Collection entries
--
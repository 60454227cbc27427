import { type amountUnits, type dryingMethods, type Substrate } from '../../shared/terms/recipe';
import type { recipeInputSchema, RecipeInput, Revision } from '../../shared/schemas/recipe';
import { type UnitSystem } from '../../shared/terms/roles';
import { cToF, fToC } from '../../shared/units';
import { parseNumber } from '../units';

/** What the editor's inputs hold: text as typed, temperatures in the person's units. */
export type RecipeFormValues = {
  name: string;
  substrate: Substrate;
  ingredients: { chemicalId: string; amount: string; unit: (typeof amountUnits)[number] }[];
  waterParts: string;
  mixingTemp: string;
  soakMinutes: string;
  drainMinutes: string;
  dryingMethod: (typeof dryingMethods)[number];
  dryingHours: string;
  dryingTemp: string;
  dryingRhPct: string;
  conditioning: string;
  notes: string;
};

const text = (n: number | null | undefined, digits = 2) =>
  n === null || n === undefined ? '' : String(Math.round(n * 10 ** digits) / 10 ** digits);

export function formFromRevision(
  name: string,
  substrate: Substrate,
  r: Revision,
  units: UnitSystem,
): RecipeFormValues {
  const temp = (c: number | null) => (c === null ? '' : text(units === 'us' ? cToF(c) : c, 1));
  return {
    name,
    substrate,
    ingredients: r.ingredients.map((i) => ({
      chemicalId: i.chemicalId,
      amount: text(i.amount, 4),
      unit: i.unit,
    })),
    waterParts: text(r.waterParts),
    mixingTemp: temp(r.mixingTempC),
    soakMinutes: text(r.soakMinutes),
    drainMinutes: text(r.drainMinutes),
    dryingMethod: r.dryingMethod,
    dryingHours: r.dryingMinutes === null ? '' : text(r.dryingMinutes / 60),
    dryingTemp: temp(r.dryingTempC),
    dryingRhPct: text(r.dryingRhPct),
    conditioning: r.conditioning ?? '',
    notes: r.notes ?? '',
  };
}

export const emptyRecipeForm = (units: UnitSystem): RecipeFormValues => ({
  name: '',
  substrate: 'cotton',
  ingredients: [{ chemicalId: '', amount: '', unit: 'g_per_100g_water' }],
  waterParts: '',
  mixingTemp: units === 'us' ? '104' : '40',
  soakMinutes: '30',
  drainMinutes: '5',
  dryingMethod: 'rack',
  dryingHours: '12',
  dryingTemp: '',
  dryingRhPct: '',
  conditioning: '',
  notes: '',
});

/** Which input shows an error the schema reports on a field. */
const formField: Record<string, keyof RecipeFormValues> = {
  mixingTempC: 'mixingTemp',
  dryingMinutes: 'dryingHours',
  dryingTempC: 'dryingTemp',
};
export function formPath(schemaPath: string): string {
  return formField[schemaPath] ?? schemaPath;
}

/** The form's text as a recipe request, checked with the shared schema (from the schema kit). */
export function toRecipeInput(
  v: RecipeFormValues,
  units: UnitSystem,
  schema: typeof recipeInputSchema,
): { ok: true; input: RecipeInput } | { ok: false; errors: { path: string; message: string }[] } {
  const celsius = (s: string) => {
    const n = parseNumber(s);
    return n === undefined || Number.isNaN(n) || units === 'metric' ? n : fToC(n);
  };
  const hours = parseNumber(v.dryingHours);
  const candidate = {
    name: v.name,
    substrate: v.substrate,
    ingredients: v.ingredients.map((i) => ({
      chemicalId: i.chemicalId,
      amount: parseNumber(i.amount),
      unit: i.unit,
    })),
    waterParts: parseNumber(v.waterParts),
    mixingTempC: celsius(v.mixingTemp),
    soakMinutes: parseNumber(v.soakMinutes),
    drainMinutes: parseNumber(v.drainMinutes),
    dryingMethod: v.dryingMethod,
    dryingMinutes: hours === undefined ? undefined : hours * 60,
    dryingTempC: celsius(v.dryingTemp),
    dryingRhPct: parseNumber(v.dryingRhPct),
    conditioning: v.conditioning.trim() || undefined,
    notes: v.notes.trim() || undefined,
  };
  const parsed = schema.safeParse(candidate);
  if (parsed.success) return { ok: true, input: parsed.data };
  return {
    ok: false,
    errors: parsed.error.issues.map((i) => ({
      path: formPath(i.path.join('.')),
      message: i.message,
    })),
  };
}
--
● **Problem to solve**
Copy out all lines above that include the string "mixingTempC".

● **Answer section**
    mixingTemp: temp(r.mixingTempC),
  mixingTempC: 'mixingTemp',
    mixingTempC: celsius(v.mixingTemp),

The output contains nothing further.